━━━ SOURCE DATA ━━━

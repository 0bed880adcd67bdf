package plan_test

import (
	"slices"
	"testing"

	"scalerisk/plan"
	"scalerisk/water"
)

// TestChartOrderIsCopy edits what ChartOrder returns (a mineral's name,
// its needed components, the slice's length) and checks that a later call
// and the charts of the demo are unchanged.
func TestChartOrderIsCopy(t *testing.T) {
	first := plan.ChartOrder()
	if len(first) == 0 || first[0].Mineral != "calcite" || len(first[0].Needs) == 0 {
		t.Fatalf("ChartOrder() = %+v, want calcite first with its components", first)
	}
	wantNeeds := slices.Clone(first[0].Needs)
	n := len(first)
	first[0].Mineral = "edited"
	first[0].Needs[0] = water.Ba
	_ = append(first[:1], plan.ChartMineral{Mineral: "appended"})
	again := plan.ChartOrder()
	if len(again) != n || again[0].Mineral != "calcite" || !slices.Equal(again[0].Needs, wantNeeds) || again[1].Mineral == "appended" {
		t.Errorf("editing the slice ChartOrder returned changed a later call: %+v", again)
	}
	for _, a := range demo(t) {
		if p := plan.Compute(a, plan.Settings{}); len(p.Minerals) == 0 || p.Minerals[0] != "calcite" {
			t.Errorf("%s: after editing a copy of ChartOrder, minerals %v, want calcite first", a.Name, p.Minerals)
		}
	}
}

━━━

### YOUR ASSIGNMENT:
Copy every line of the data where "Errorf" is found.

### SOLUTION TO THIS EXERCISE:
		t.Errorf("editing the slice ChartOrder returned changed a later call: %+v", again)
			t.Errorf("%s: after editing a copy of ChartOrder, minerals %v, want calcite first", a.Name, p.Minerals)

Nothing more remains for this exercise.